My 09 GTi, i have over 100 1/4 mile passes being stage 2 and i only changed spark plugs and coilpacks.


----------



## Rockerchick (May 10, 2005)

My vote would go to a 2.0 5-speed mk4. I had one for 6 1/2 years as my first car and had no real problems with it. Super cheap to maintain, no turbo to worry about, not very picky about oil. Not super fast, but its peppy enough.


----------



## turbo_dt (Jul 10, 2013)

*re: most reliable VW?*

it sure better be the MK6 Golf-R! I bought a new '13, and it's my first VW (1st none-Japanese car I've bought since 1981). Consumer Reports rates the new Golf fairly well, but makes no mention of the R. I filled out a CR car-owners survey a couple of weeks ago a and gave the R good marks. Still, in the back of my mind I recall my sister's Jetta, and what a nightmare owner's experience she had with that car. You know how you don't notice a marque until you own one?

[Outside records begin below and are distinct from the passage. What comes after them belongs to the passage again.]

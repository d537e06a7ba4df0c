import { beforeAll, describe, expect, it } from "vitest";
import { angleTable, TABLE_UNITS, type TableUnits } from "~/export/index";
import { roundHalfAwayFromZero, UNIT_ROUNDING } from "~/export/rounding";
import type { JointName } from "~/kinematics/index";
import { OVERRIDE, cNames, compileAndRun, demoGaits, metaFor, printingProgram, readJsonTable, readPrinted, requireGcc, type DemoGait } from "./helpers";

beforeAll(() => {
  requireGcc();
});

function tables(gait: DemoGait, units: TableUnits, extra: { gaitName?: string; overrideReason?: string } = {}) {
  const options = {
    units,
    meta: metaFor(gait, extra.gaitName ? { gaitName: extra.gaitName } : {}),
    overrideReason: extra.overrideReason ?? (gait.solved.summary.errors > 0 ? OVERRIDE : undefined),
  };
  return {
    c: angleTable(gait.robot, gait.solved, { ...options, format: "c" }),
    json: readJsonTable(angleTable(gait.robot, gait.solved, { ...options, format: "json" })),
    gaitName: options.meta.gaitName,
  };
}

describe("C header compiled with gcc -std=c99 -Wall -Wextra -Werror -pedantic (reference toolchain)", () => {
  for (const gait of demoGaits()) {
    for (const units of TABLE_UNITS) {
      it(`${gait.label}, ${units}: the program's printed table equals the JSON export at the same rounding`, () => {
        const { c, json, gaitName } = tables(gait, units);
        const printed = readPrinted(compileAndRun({ "table.h": c, "main.c": printingProgram("table.h", gaitName, units) }));
        const { scale } = UNIT_ROUNDING[units];
        expect(printed.frames, "FRAMES").toBe(json.frames.length);
        expect(printed.channels, "CHANNELS").toBe(json.channels.length);
        expect(printed.periodUs, `FRAME_PERIOD_US: expected ${json.meta.framePeriodMs * 1000} µs`).toBe(Math.round(json.meta.framePeriodMs * 1000));
        expect(printed.channelMap, "channel map").toEqual(json.channels.map((channel) => channel.channel));
        json.frames.forEach((frame, row) => {
          frame.values.forEach((value, column) => {
            const scaled = value * scale;
            // The JSON holds the fixed-point number exactly: value × scale is a whole number.
            expect(Math.abs(scaled - Math.round(scaled)), `frame ${frame.index} column ${column}: ${value} × ${scale} is not whole`).toBeLessThan(1e-6);
            if (printed.rows[row][column] !== Math.round(scaled)) {
              expect.fail(
                `frame ${frame.index} ${json.channels[column].name}: expected ${Math.round(scaled)} (JSON ${value} × ${scale}), got ${printed.rows[row][column]} from the C table`,
              );
            }
          });
        });
      });
    }
  }

  it("names the robot, revision, gait version, content hash, override reason and the safety cautions in its comment block", () => {
    const gait = demoGaits()[3];
    const { c } = tables(gait, "deg", { overrideReason: OVERRIDE });
    const comment = c.slice(0, c.indexOf("*/"));
    expect(comment).toContain(`Robot:        ${gait.robot.name}, revision 3`);
    expect(comment).toContain("Gait:         Long wave, version 2");
    expect(comment).toContain("Content hash: sha256:5d41402abc4b2a76b9719d911017c592");
    expect(comment).toContain(`Override:     ${OVERRIDE}`);
    expect(comment).toContain("robot on a stand");
    expect(comment).toContain("current-limited supply");
    expect(c).toMatch(/#ifndef GAITLOOM_LONG_WAVE_DEG10_H\n#define GAITLOOM_LONG_WAVE_DEG10_H/);
    expect(c).toContain("#include <stdint.h>");
    expect(c).toContain("static const int16_t gaitloom_long_wave_deg10[GAITLOOM_LONG_WAVE_DEG10_FRAMES][GAITLOOM_LONG_WAVE_DEG10_CHANNELS]");
  });

  it("compiles cleanly with hostile names and reasons: comment terminators, nested comment openers, trigraphs, line breaks, UTF-8", () => {
    const gait = demoGaits()[0];
    // A reason ending in "??/" would be a trigraph splicing the comment's line (gcc -Wtrigraphs).
    const hostile = "Walk */ int x = 1; /* ??/\nnext ??= line\r\n — Übergang \u2028 end ??/";
    const { c, json, gaitName } = tables(gait, "us", { gaitName: hostile, overrideReason: hostile });
    expect(cNames(gaitName, "us").array).toBe("gaitloom_walk_int_x_1_next_line_ubergang_end_us");
    const printed = readPrinted(compileAndRun({ "table.h": c, "main.c": printingProgram("table.h", gaitName, "us") }));
    expect(printed.rows[0]).toEqual(json.frames[0].values);
    expect(json.meta.overrideReason, "the JSON keeps the reason verbatim").toBe(hostile.trim());
  });

  it("a program using only the table, and one including the degree and pulse headers of one gait together, compile without warnings", () => {
    const gait = demoGaits()[0];
    const deg = tables(gait, "deg");
    const us = tables(gait, "us");
    const onlyTable = `#include <stdio.h>
#include "deg.h"
int main(void) { printf("%d\\n", (int)gaitloom_tripod_walk_deg10[0][0]); return 0; }
`;
    expect(Number(compileAndRun({ "deg.h": deg.c, "main.c": onlyTable }).trim())).toBe(Math.round(deg.json.frames[0].values[0] * 10));
    const both = `#include <stdio.h>
#include "deg.h"
#include "us.h"
#include "deg.h"
int main(void) {
  printf("%d %u\\n", (int)gaitloom_tripod_walk_deg10[1][2], (unsigned)gaitloom_tripod_walk_us[1][2]);
  return GAITLOOM_TRIPOD_WALK_DEG10_FRAMES == GAITLOOM_TRIPOD_WALK_US_FRAMES ? 0 : 1;
}
`;
    const [degCell, usCell] = compileAndRun({ "deg.h": deg.c, "us.h": us.c, "main.c": both }).trim().split(" ").map(Number);
    expect(degCell).toBe(Math.round(deg.json.frames[1].values[2] * 10));
    expect(usCell).toBe(us.json.frames[1].values[2]);
  });
});

describe("rounding against ISO C99 round() (7.12.9.6: halfway cases away from zero), computed by gcc", () => {
  it("roundHalfAwayFromZero equals C's round() on halves, near-halves and negatives, and never gives −0", () => {
    const xs = [
      0.5, -0.5, 1.5, -1.5, 2.5, -2.5, 12.5, -12.5, -0.4, 0.4, 0.49999999999999994, -0.49999999999999994, 4503599627370495.5, -13.000000000000002, 1e-300,
      -1e-300,
    ];
    const program = `#include <math.h>
#include <stdio.h>
int main(void) {
  static const double xs[] = { ${xs.map((x) => x.toPrecision(17)).join(", ")} };
  unsigned i;
  for (i = 0; i < sizeof xs / sizeof xs[0]; i += 1) printf("%.1f\\n", round(xs[i]));
  return 0;
}
`;
    const fromC = compileAndRun({ "main.c": program }, ["-lm"]).trim().split("\n").map(Number);
    xs.forEach((x, i) => {
      const ours = roundHalfAwayFromZero(x);
      expect(ours, `round(${x}): expected ${fromC[i]} (C), got ${ours}`).toBe(fromC[i] === 0 ? 0 : fromC[i]);
      expect(Object.is(ours, -0), `round(${x}) is −0`).toBe(false);
    });
  });

  it("every degree and radian cell of a demo walk is C's round(servoDeg × 10) and round(servoDeg × π/180 × 10000) of the solved angle", () => {
    const gait = demoGaits()[3];
    const angles: number[] = [];
    const { json: degJson } = tables(gait, "deg");
    const order = degJson.channels.map((channel) => [channel.leg, channel.joint as JointName] as const);
    for (const frame of gait.solved.frames) for (const [leg, joint] of order) angles.push(frame.legs[leg].angles[joint]);
    const program = `#include <math.h>
#include <stdio.h>
static const double angles[] = { ${angles.map((x) => x.toPrecision(17)).join(", ")} };
int main(void) {
  unsigned i;
  const double radPerDeg = 3.14159265358979323846 / 180.0;
  for (i = 0; i < sizeof angles / sizeof angles[0]; i += 1) printf("%.0f %.0f\\n", round(angles[i] * 10.0), round(angles[i] * radPerDeg * 10000.0));
  return 0;
}
`;
    const fromC = compileAndRun({ "main.c": program }, ["-lm"])
      .trim()
      .split("\n")
      .map((line) => line.split(" ").map(Number));
    const { json: radJson } = tables(gait, "rad");
    const columns = order.length;
    degJson.frames.forEach((frame, row) => {
      frame.values.forEach((value, column) => {
        const [deg10, rad10000] = fromC[row * columns + column];
        const degCell = Math.round(value * 10);
        const radCell = Math.round(radJson.frames[row].values[column] * 10000);
        if (degCell !== deg10 + 0 || radCell !== rad10000 + 0) {
          expect.fail(
            `frame ${frame.index} ${degJson.channels[column].name}: expected ${deg10} tenths of a degree and ${rad10000} ten-thousandths of a radian (C), got ${degCell} and ${radCell}`,
          );
        }
      });
    });
  });
});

Well, I see a lot of VWs now, and I must admit I wonder if those drivers knew something I didn't when they decided to buy their VW. Fingers crossed, but so far nearly a year, and the only issue I had turned out to be some adhesive film on the windshield. I thought the glass was flawed, but no.


----------



## feels_road (Jan 27, 2005)

Rockerchick said:


> My vote would go to a 2.0 5-speed mk4. I had one for 6 1/2 years as my first car and had no real problems with it. Super cheap to maintain, no turbo to worry about, not very picky about oil. Not super fast, but its peppy enough.


Yes, the 2.slow MTs also rank way up there. I had mine (MkVIII Golf) for 17 years/ 170,000 miles without any major problems, whatsoever. :thumbup:


----------



## Kansas Slim (Nov 16, 2009)

About to flip 236k on a VR6 Mk IV Jetta (12v). A couple coolant leaks, coolant temp sensor, serpentine belt tensioner and I still have a CEL for the cat converter, but the car still runs fine.

Reliable? I'd say yes. Like many on here, I've owned a few cars over the years and all have had their issues. These little things noted above I'd just refer to as opportunities to get to know her better...

Now the engine issues on the Mrs' old '03 Liberty? That was a headache. Good riddance!


----------



## oscar563 (Jun 5, 2012)

Well, lets define reliable haha.

1.- Excluding all CEL's, accesories and other monitoring systems, fuel milage, etc.?
2.- Considering everything listed in option 1?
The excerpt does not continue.